Provincial Institutions
Several ex-prisoners and journalists have outlined the conditions of various
provincial correctional facilities.
The Don Jail
Caron (1985, pp. 32-33) describes the Don Jail:
“The Don Jail was constructed like a miniature penitentiary with high grey walls and gun
towers guard more than 400 prisoners under sentence or awaiting trial. The news media
and grand juries had been condemning the archaic dungeon for decades.
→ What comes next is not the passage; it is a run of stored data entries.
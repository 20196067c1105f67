"""Statistics of uncertainty studies: Monte Carlo summaries, Sobol and Morris indices, value of information.

All functions work on plain arrays, independent of any study:

- :func:`summary_statistics` and :func:`convergence_table`: mean, standard deviation, P10, P50,
  P90 and the probability of falling below a threshold (NPV < 0), each with a confidence
  interval, for all samples or for the first n of them.
- :func:`sobol_design` / :func:`sobol_indices`: Saltelli's cross-sampled Sobol sequence and the
  first-, total- (and second-) order Sobol indices with bootstrap intervals, through
  ``SALib.sample.sobol`` and ``SALib.analyze.sobol`` (Saltelli 2002; Saltelli et al. 2010).
- :func:`morris_design` / :func:`morris_indices`: elementary-effects screening (Morris 1991;
  Campolongo et al. 2007's mu*) through ``SALib.sample.morris`` and ``SALib.analyze.morris``.
- :func:`tornado_frame`: one-at-a-time swings, largest first.
- :func:`evpi`, :func:`evppi`, :func:`expected_regret`: expected value of (partial) perfect
  information from a matrix of objective values over samples x candidate decisions.

Designs are in the unit cube: map them to parameter values with each marginal's inverse CDF
(:meth:`teakit.uncertainty.distributions.Marginal.ppf`). Sobol indices are invariant under that
monotone map of independent inputs, so the analysis needs only the model outputs.

Confidence intervals (``conf`` two-sided) are those for independent draws; for Latin hypercube
and scrambled Sobol designs they are conservative for the mean of well-behaved outputs (McKay
et al. 1979; Owen 1997):

- mean: Student t interval :math:`\\bar y \\pm t_{n-1} s/\\sqrt n` (central limit theorem);
- standard deviation: bootstrap percentile interval (Efron & Tibshirani 1993, ch. 13), seeded;
- percentiles: distribution-free order-statistic interval from the binomial law of the number
  of samples below the quantile (Hahn & Meeker 1991, sec. 5.2; Conover 1999, sec. 3.2);
- probability below a threshold: Wilson score interval (Wilson 1927).

References
----------
Saltelli, A. (2002). Making best use of model evaluations to compute sensitivity indices.
Comput. Phys. Commun. 145, 280-297.

Saltelli, A., Annoni, P., Azzini, I., Campolongo, F., Ratto, M. & Tarantola, S. (2010). Variance
based sensitivity analysis of model output. Comput. Phys. Commun. 181, 259-270.

Saltelli, A. et al. (2008). Global Sensitivity Analysis: The Primer. Wiley.

Morris, M. D. (1991). Factorial sampling plans for preliminary computational experiments.
Technometrics 33(2), 161-174.

Campolongo, F., Cariboni, J. & Saltelli, A. (2007). An effective screening design for
sensitivity analysis of large models. Environ. Model. Softw. 22, 1509-1518.

Raiffa, H. & Schlaifer, R. (1961). Applied Statistical Decision Theory. Harvard (EVPI).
The Don had
been the scene of many grisly executions and gruesome suicides, men and women who
preferred to take their own lives rather than spend another lonely night in one of the
coffin-like cells with no plumbing or lighting.
Living in a cell that consisted of three walls, 138 steel bars, a cast iron sink and toilet and
a narrow metal bunk was enough to make a guy wish fervently that he hadn’t committed
a crime – or at least that he hadn’t got caught.”
Toronto East Detention Centre
Melnitzer (1995) points out the deteriorating condition of Ontario jails, describing
in particular the Toronto East Detention Centre:
“The East was squalid, dirty, and under-maintained, living up to its reputation as one of
the worst jails in Ontario…My cell, and as I later learned from my range mates, most of
the cells, was full of dead flies and assorted insects (which must have been there for a
long time as it was February), soiled and torn mattresses, unwashed floors, cracked
faucets and basins, all sprinkled with a gentle cover of grime, dust, dirt, and bits of food.”